The solenoid is often combined with a two-position valve, whereby the valve is pulled by the solenoid (when energized) and returned by a spring (when de-energized). The valve attached to the solenoid can be closed in one position and open in the second position, or it can be a changeover valve with two seats. In some applications, such as fuel injectors, it is desirable to measure and control the timing of the opening and closing positions of the solenoid operated valves.
Diesel fuel injectors need to have precise operating times. The valve determines the injection timing and also the injection duration (quantity of fuel) injected into a cylinder of a diesel engine. The performance of the engine (balance between cylinders, power, fuel consumption, emissions) is thus affected.

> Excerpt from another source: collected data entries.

/**
 * The state of one alarm, after the alarm state model of ISA-18.2 / IEC 62682: the annunciated
 * states (normal, unacknowledged, acknowledged, returned-to-normal unacknowledged, latched)
 * and the suppression states laid over them (shelved, suppressed by design, out of service).
 *
 * Shelved and suppressed alarms are still evaluated: their raises and clears are logged with
 * `hidden` set but not annunciated. Out-of-service alarms are not evaluated at all (their
 * instrument is under maintenance) and restart from normal when returned to service.
 */
import type { AlarmEventKind, AlarmProcessState, AlarmStateName, AlarmSuppression } from '../../shared/alarms/alarm-api.js';
import type { ChannelId } from './channels.js';
import { isHighLevel, type AlarmLimit, type AlarmPriority } from './alarm-limit.js';
import { AlarmRequestError } from './alarm-request-error.js';

/** What the operator sees: the suppression when one applies, the annunciated state otherwise. */
export type AlarmState = AlarmStateName;

/** One transition, for the alarm history and the audit trail. Times in Unix epoch ms. */
export interface AlarmEvent {
  alarmId: string;
  channel: ChannelId;
  priority: AlarmPriority;
  kind: AlarmEventKind;
  at: number;
  from: AlarmState;
  to: AlarmState;
  /** Channel value at the transition (channel unit), null when no value has arrived. */
  value: number | null;
  limit: number;
  actor?: string;
  reason?: string;
  /** Set when a raise or clear happened under a suppression and was not annunciated. */
  hidden?: AlarmSuppression;
  /** On annunciated raises grouped under an earlier root alarm: that alarm's id. */
  firstOutOf?: string;
  /** On raises: when the condition began (before any on-delay), Unix epoch ms. */
  conditionSince?: number;
}

export interface Shelf {
  by: string;
  reason: string;
  /** Unix epoch ms. */
  since: number;
  until: number;
}

interface EventDetails {
  actor?: string;
  reason?: string;
}

/**
 * What an alarm must remember across a restart: its annunciated state, the suppressions laid
 * over it, when and at which value it was raised, and its first-out group. The present value,
 * pending delays and suppression by design are measured again after a restart.
 */
export interface AlarmMemory {
  process: AlarmProcessState;
  conditionActive: boolean;
  outOfService: boolean;
  shelf: Shelf | null;
  /** Unix epoch ms; null while normal. */
  raisedAt: number | null;
  /** Channel value when the alarm was raised; null while normal. */
  valueAtRaise: number | null;
  /** When the condition of the present raise began (before the on-delay), Unix epoch ms. */
  conditionSince: number | null;
  firstOutOf: string | null;
}

/** State machine of one alarm. Times are Unix epoch ms, always passed in. */
export class AlarmStateMachine {
  private process: AlarmProcessState = 'normal';
  private conditionActive = false;
  /** Since when the raw condition has wanted a change (raise when clear, clear when active). */
  private pendingSince: number | null = null;
  private rampSuppressed = false;
  private outOfService = false;
  private shelfRecord: Shelf | null = null;
  private raisedAtMs: number | null = null;
  private raisedValue: number | null = null;
  private conditionSinceMs: number | null = null;
  private lastValue: number | null = null;
  private groupHead: string | null = null;

  constructor(private def: AlarmLimit) {}

  /** The state to keep across a restart (see `AlarmMemory`). */
  memory(): AlarmMemory {
    return {
      process: this.process,
      conditionActive: this.conditionActive,
      outOfService: this.outOfService,
      shelf: this.shelfRecord && { ...this.shelfRecord },
      raisedAt: this.raisedAtMs,
      valueAtRaise: this.raisedValue,
      conditionSince: this.conditionSinceMs,
      firstOutOf: this.groupHead,
    };
  }

  /**
   * Takes over a remembered state (after a restart, or an operator action once it is stored).
   * The present value stays; delays and suppression by design start afresh.
   */
  adopt(memory: AlarmMemory): void {
    this.process = memory.process;
    this.conditionActive = memory.conditionActive;
    this.outOfService = memory.outOfService;
    this.shelfRecord = memory.shelf && { ...memory.shelf };
    this.raisedAtMs = memory.raisedAt;
    this.raisedValue = memory.valueAtRaise;
    this.conditionSinceMs = memory.conditionSince;
    this.groupHead = memory.firstOutOf;
    this.pendingSince = null;
  }

  /** A copy to try an operator action on before it is stored. */
  copy(): AlarmStateMachine {
    const twin = new AlarmStateMachine(this.def);
    twin.adopt(this.memory());
    twin.lastValue = this.lastValue;
    twin.rampSuppressed = this.rampSuppressed;
    twin.pendingSince = this.pendingSince;
    return twin;
  }

  /** Takes over the state of `twin` (a `copy()` an operator action was applied to), keeping the present value. */
  takeOver(twin: AlarmStateMachine): void {
    this.adopt(twin.memory());
    this.pendingSince = twin.pendingSince;
  }

  /** Takes the present value without evaluating (while an operator action on it is being stored). */
  observe(value: number | undefined): void {
    if (value !== undefined && Number.isFinite(value)) this.lastValue = value;
  }

  get limit(): AlarmLimit {
    return this.def;
  }

  /** State shown to the operator. */
  get state(): AlarmState {
    return this.suppression() ?? this.process;
  }

  /** Annunciated state underneath any suppression. */
  get processState(): AlarmProcessState {
    return this.process;
  }

  get raisedAt(): number | null {
    return this.raisedAtMs;
  }

  /** True while the alarm's condition holds (after its on-delay, until its off-delay ran out). */
  get conditionHolds(): boolean {
    return this.conditionActive;
  }

  /** Present value (the newest one evaluated). */
  get value(): number | null {
    return this.lastValue;
  }

  /** Value when the present raise happened; null while normal. */
  get valueAtRaise(): number | null {
    return this.raisedValue;
  }

  /** When the condition of the present raise began (before its on-delay); null while normal. */
  get conditionSince(): number | null {
    return this.conditionSinceMs;
  }

  get shelf(): Shelf | null {
    return this.shelfRecord;
  }

  get firstOutOf(): string | null {
    return this.groupHead;
  }

  /** Replaces the definition (same id) and keeps the state; the next evaluation uses it. */
  redefine(next: AlarmLimit): void {
    this.def = next;
  }

  /** Groups the present raise under the first-out alarm `headId`. */
  groupUnder(headId: string): void {
    this.groupHead = headId;
  }

  /**
   * Evaluates one value at `nowMs`: shelf expiry, suppression by design (`rampProgrammed`),
   * then the condition with deadband, on-delay and off-delay. A missing value leaves the
   * condition as it was. Returns the transitions in the order they happened.
   */
  evaluate(value: number | undefined, nowMs: number, rampProgrammed: boolean): AlarmEvent[] {
    const events: AlarmEvent[] = [];
    this.observe(value);
    if (this.shelfRecord && nowMs >= this.shelfRecord.until) {
      push(events, this.change('shelve-expired', nowMs, {}, () => this.updateSuppression(() => (this.shelfRecord = null))));
    }
    const suppress = rampProgrammed && this.def.suppressDuringRamp;
    if (suppress !== this.rampSuppressed) {
      const kind = suppress ? 'suppress' : 'unsuppress';
      push(events, this.change(kind, nowMs, {}, () => this.updateSuppression(() => (this.rampSuppressed = suppress))));
    }
    if (this.outOfService || value === undefined || !Number.isFinite(value)) return events;
    const edge = this.conditionEdge(value, nowMs);
    if (edge?.kind === 'raise') {
      const raise = this.change('raise', nowMs, {}, () => this.raise(nowMs, edge.since, value));
      if (raise) raise.conditionSince = edge.since;
      push(events, raise);
    }
    if (edge?.kind === 'clear') push(events, this.change('clear', nowMs, {}, () => this.clear()));
    return events;
  }

  /** Operator acknowledgement. Returns null when there is nothing to acknowledge. */
  acknowledge(actor: string, nowMs: number): AlarmEvent | null {
    const hidden = this.suppression();
    if (hidden) throw new AlarmRequestError('conflict', `alarm ${this.def.id} is ${hidden}; it cannot be acknowledged while hidden`);
    if (this.process === 'latched') {
      throw new AlarmRequestError('conflict', `alarm ${this.def.id} is latched: it clears with a reset (with a reason), not an acknowledgement`);
    }
    if (this.process !== 'unacknowledged' && this.process !== 'returned-unacknowledged') return null;
    return this.change('acknowledge', nowMs, { actor }, () => {
      this.setProcess(this.process === 'unacknowledged' ? 'acknowledged' : 'normal');
    });
  }

  /** Shelves for `minutes` (validated by the caller). Refused out of service or when already shelved. */
  shelve(actor: string, minutes: number, reason: string, nowMs: number): AlarmEvent | null {
    if (this.outOfService) throw new AlarmRequestError('conflict', `alarm ${this.def.id} is out of service; return it to service before shelving`);
    if (this.shelfRecord) {
      throw new AlarmRequestError('conflict', `alarm ${this.def.id} is already shelved until ${new Date(this.shelfRecord.until).toISOString()}; unshelve it first`);
    }
    return this.change('shelve', nowMs, { actor, reason }, () => {
      this.shelfRecord = { by: actor, reason, since: nowMs, until: nowMs + minutes * 60_000 };
    });
  }

  /** Ends shelving early. Refused when the alarm is not shelved. */
  unshelve(actor: string, nowMs: number, reason?: string): AlarmEvent | null {
    if (!this.shelfRecord) throw new AlarmRequestError('conflict', `alarm ${this.def.id} is not shelved`);
    return this.change('unshelve', nowMs, { actor, reason }, () => this.updateSuppression(() => (this.shelfRecord = null)));
  }

  /** Takes the alarm out of service (stops evaluating it) or returns it to service, from normal. */
  setOutOfService(actor: string, reason: string, on: boolean, nowMs: number): AlarmEvent | null {
    if (on === this.outOfService) {
      throw new AlarmRequestError('conflict', `alarm ${this.def.id} is already ${on ? 'out of service' : 'in service'}`);
    }
    return this.change(on ? 'out-of-service' : 'return-to-service', nowMs, { actor, reason }, () => {
      this.outOfService = on;
      this.shelfRecord = null;
      this.conditionActive = false;
      this.pendingSince = null;
      this.setProcess('normal');
    });
  }

  /** Clears a latched alarm whose condition has cleared; the reset also acknowledges it. */
  resetLatched(actor: string, reason: string, nowMs: number): AlarmEvent | null {
    if (this.process !== 'latched') {
      const why = this.def.latching && this.conditionActive ? 'its condition still holds' : 'it is not latched';
      throw new AlarmRequestError('conflict', `alarm ${this.def.id} cannot be reset: ${why}`);
    }
    return this.change('reset', nowMs, { actor, reason }, () => this.setProcess('normal'));
  }

  private suppression(): AlarmSuppression | null {
    if (this.outOfService) return 'out-of-service';
    if (this.shelfRecord) return 'shelved';
    if (this.rampSuppressed) return 'suppressed';
    return null;
  }

  /**
   * Applies `mutate` (which sets or lifts a suppression) and, when no suppression remains, drops a
   * return-to-normal nobody saw: the operator need not acknowledge what was never shown.
   */
  private updateSuppression(mutate: () => void): void {
    mutate();
    if (this.suppression() === null && this.process === 'returned-unacknowledged') this.setProcess('normal');
  }

  /** A raise or clear once its delay has passed; `since` is when the condition first wanted it. */
  private conditionEdge(value: number, nowMs: number): { kind: 'raise' | 'clear'; since: number } | null {
    const { limit, deadband, level, onDelayMs, offDelayMs } = this.def;
    const high = isHighLevel(level);
    const wantsChange = this.conditionActive
      ? high
        ? value <= limit - deadband
        : value >= limit + deadband
      : high
        ? value > limit
        : value < limit;
    if (!wantsChange) {
      this.pendingSince = null;
      return null;
    }
    const since = (this.pendingSince ??= nowMs);
    if (nowMs - since < (this.conditionActive ? offDelayMs : onDelayMs)) return null;
    this.pendingSince = null;
    this.conditionActive = !this.conditionActive;
    return { kind: this.conditionActive ? 'raise' : 'clear', since };
  }

  private raise(nowMs: number, since: number, value: number): void {
    this.raisedAtMs = nowMs;
    this.raisedValue = value;
    this.conditionSinceMs = since;
    this.groupHead = null;
    this.setProcess('unacknowledged');
  }

  private clear(): void {
    if (this.def.latching && (this.process === 'unacknowledged' || this.process === 'acknowledged')) {
      this.setProcess('latched');
    } else {
      this.setProcess(this.process === 'unacknowledged' ? 'returned-unacknowledged' : 'normal');
    }
  }

  private setProcess(next: AlarmProcessState): void {
    this.process = next;
    if (next === 'normal') {
      this.raisedAtMs = null;
      this.raisedValue = null;
      this.conditionSinceMs = null;
      this.groupHead = null;
    }
  }

  /** Runs `mutate` and describes the visible change as one event (null when nothing changed). */
  private change(kind: AlarmEventKind, at: number, details: EventDetails, mutate: () => void): AlarmEvent | null {
    const overlayBefore = this.suppression();
    const processBefore = this.process;
    mutate();
    const overlayAfter = this.suppression();
    let from: AlarmState;
    let to: AlarmState;
    let hidden: AlarmSuppression | undefined;
    if (overlayBefore !== overlayAfter) {
      from = overlayBefore ?? processBefore;
      to = overlayAfter ?? this.process;
    } else if (processBefore !== this.process) {
      from = processBefore;
      to = this.process;
      hidden = overlayAfter ?? undefined;
    } else {
      return null;
    }
    const event: AlarmEvent = {
      alarmId: this.def.id,
      channel: this.def.channel,
      priority: this.def.priority,
      kind,
      at,
      from,
      to,
      value: this.lastValue,
      limit: this.def.limit,
    };
    if (details.actor !== undefined) event.actor = details.actor;
    if (details.reason !== undefined) event.reason = details.reason;
    if (hidden) event.hidden = hidden;
    return event;
  }
}

function push(events: AlarmEvent[], event: AlarmEvent | null): void {
  if (event) events.push(event);
}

Known means exist to measure the impact point of the solenoid valve at the end of the energized stroke. For example Woodward U.S. Pat. No. 6,889,121 describes one such means. In this way the first (energized) travel time of the solenoid valve motion can be measured. It is desirable also to measure the impact of the solenoid valve at the end of the de-energized stroke. Thus information relating to the duration of the solenoid operation can be obtained for helping to control the amount of fuel supplied. This is particularly useful when the duration is short (as in diesel pilot injections)—small variations in duration can give large percentage variations in the output of a pilot injection.
A method of measuring the de-energized impact point is described in GB 2 110 373. In this patent specification, the method tries to measure the end of the solenoid movement by detecting a small change in the current to the solenoid caused by the back EMF when the solenoid stops moving (at the end of the de-energized stroke). This is very hard because of the small size of the change. Part of the reason for the small size of the change is that the gap between the solenoid armature and the stator is relatively large after de-energization. Often detecting this small current change is not possible because there is no current flowing at this time, and thus no change can be measured.
A further method is described in U.S. Pat. No. 5,650,909 in which a small current is added (to the solenoid) after the main current has been switched off. This is done to overcome the limitation above. The current must be small so that it does not affect the valve motion. Again there is difficulty in reliably measuring the small changes.
A yet further method involves adding a transducer to measure the valve motion directly. This can be a movement transducer or a pressure transducer (measuring some function of the valve attached to the solenoid). However, adding additional transducers considerably increases the system cost, and also increases complexity.
The Woodward U.S. Pat. No. 6,889,121 describes how to measure the end of the forward (energized) motion of the solenoid, and using this to control solenoid timing. This does not attempt to measure the solenoid return stoke. Changes in the operating conditions or parameters of the valves within a fuel injection system, for example wear, can lead to changes in the time of the valve return stroke. This in turn can lead to changes in the amount of fuel injected for a supply pulse of given duration and thus also to variations in the performance of the valves of a fuel injection system.